C’est drôle, quand vous écrivez une setlist, vous savez déjà que vous allez décevoir les gens. [Rire] Tu l’acceptes, c’est tout. Tu essaies de trouver un compromis. Une fois, on avait un problème avec le groupe, et on disait qu’on allait trouver un compromis. Et Greg m’a regardé et m’a dit, « Sais-tu ce que signifie un compromis ? » Et j’ai répondu, « Je crois que oui ? » Et il a dit, « Ça veut dire que personne n’est content. » [Rires] C’est génial. C’est la meilleure chose que j’ai jamais entendu. Donc souvent, on fait des compromis avec la setlist, et personne n’est content et on passe à autre chose.

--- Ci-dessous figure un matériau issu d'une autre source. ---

def _unique_rows(*cols: np.ndarray) -> tuple[np.ndarray, np.ndarray]:
    """Unique (col0, col1, ...) tuples and the inverse index; exact, via 1-D integer codes."""
    code = np.zeros(cols[0].shape[0], dtype=np.int64)
    for c in cols:
        vals, ci = np.unique(c, return_inverse=True)
        code = code * vals.shape[0] + ci.ravel()
    ucode, first, inv = np.unique(code, return_index=True, return_inverse=True)
    return np.stack([c[first] for c in cols], axis=1), inv.ravel()


def _tri_ppf(u, lo, c, hi):
    """Inverse CDF of the triangular distribution (low, mode, high); exact for lo == hi."""
    w = hi - lo
    with np.errstate(invalid="ignore", divide="ignore"):
        fc = np.where(w > 0, (c - lo) / np.where(w > 0, w, 1.0), 0.5)
    left = lo + np.sqrt(u * w * (c - lo))
    right = hi - np.sqrt((1.0 - u) * w * (hi - c))
    return np.where(u < fc, left, right)


def _row_percentiles(x: np.ndarray, percents: tuple[float, ...], *, presorted: bool = False) -> np.ndarray:
    """``np.percentile(x, percents, axis=1)`` (method "linear") to the bit, with one sort per row.

    Returns shape ``(len(percents), rows)``. The order statistics of a row do not depend on how
    they are found, so sorting each row once gives the same values as numpy's partition of the
    transposed copy (several times slower on a (buildings, draws) block); the index and
    interpolation steps are numpy 2's ``_get_indexes``/``_lerp`` step for step: virtual index
    ``(n − 1)·p/100``, ``a + (b − a)·γ`` below γ = 0.5 and ``b − (b − a)·(1 − γ)`` from it; a row
    with a NaN gives NaN. ``presorted``: each row of ``x`` is already in ascending order.
    """
    s = x if presorted else np.sort(x, axis=1)
    n = s.shape[1]
    vi = (n - 1) * np.true_divide(np.asarray(percents, dtype=np.float64), 100)
    prev = np.floor(vi)
    nxt = prev + 1
    above = vi >= n - 1
    prev[above] = -1
    nxt[above] = -1
    prev_i, next_i = prev.astype(np.intp), nxt.astype(np.intp)
    gamma = (vi - prev_i)[:, None]
    a, b = s[:, prev_i].T, s[:, next_i].T
    diff = b - a
    out = np.add(a, diff * gamma)
    np.subtract(b, diff * (1 - gamma), out=out, where=gamma >= 0.5)
    last = s[:, -1]
    has_nan = np.isnan(last)
    if has_nan.any():
        np.copyto(out, last, where=has_nan)
    return out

Qu’est-ce que ça fait d’être sur scène et de voir des générations de fans dans la foule ? On peut légitimement voir un fan de Bad Religion de longue date amener son petit-enfant à son premier concert de punk.

Je comprends ce privilège, parce que j’ai l’impression que les gens qui ont commencé à nous suivre à la fin des années 80, comme avec l’album Suffer ou autre… Je vois ces gens, et je réalise quel privilège c’est d’avoir grandi avec eux. Ils ne sont pas venus pour un seul album et sont partis. Et tant de gens sont en quelque sorte restés avec nous, et vous avez raison, ils amènent leurs enfants.

Et puis il y a une autre catégorie de personnes, ceux du Warped Tour, c’est une sorte de culture du skateboard, du style de vie alternatif. Nous avons aussi ces gens-là.

Quelles sont, selon vous, les différences entre créer un groupe de punk en 1980 et en créer un aujourd’hui ?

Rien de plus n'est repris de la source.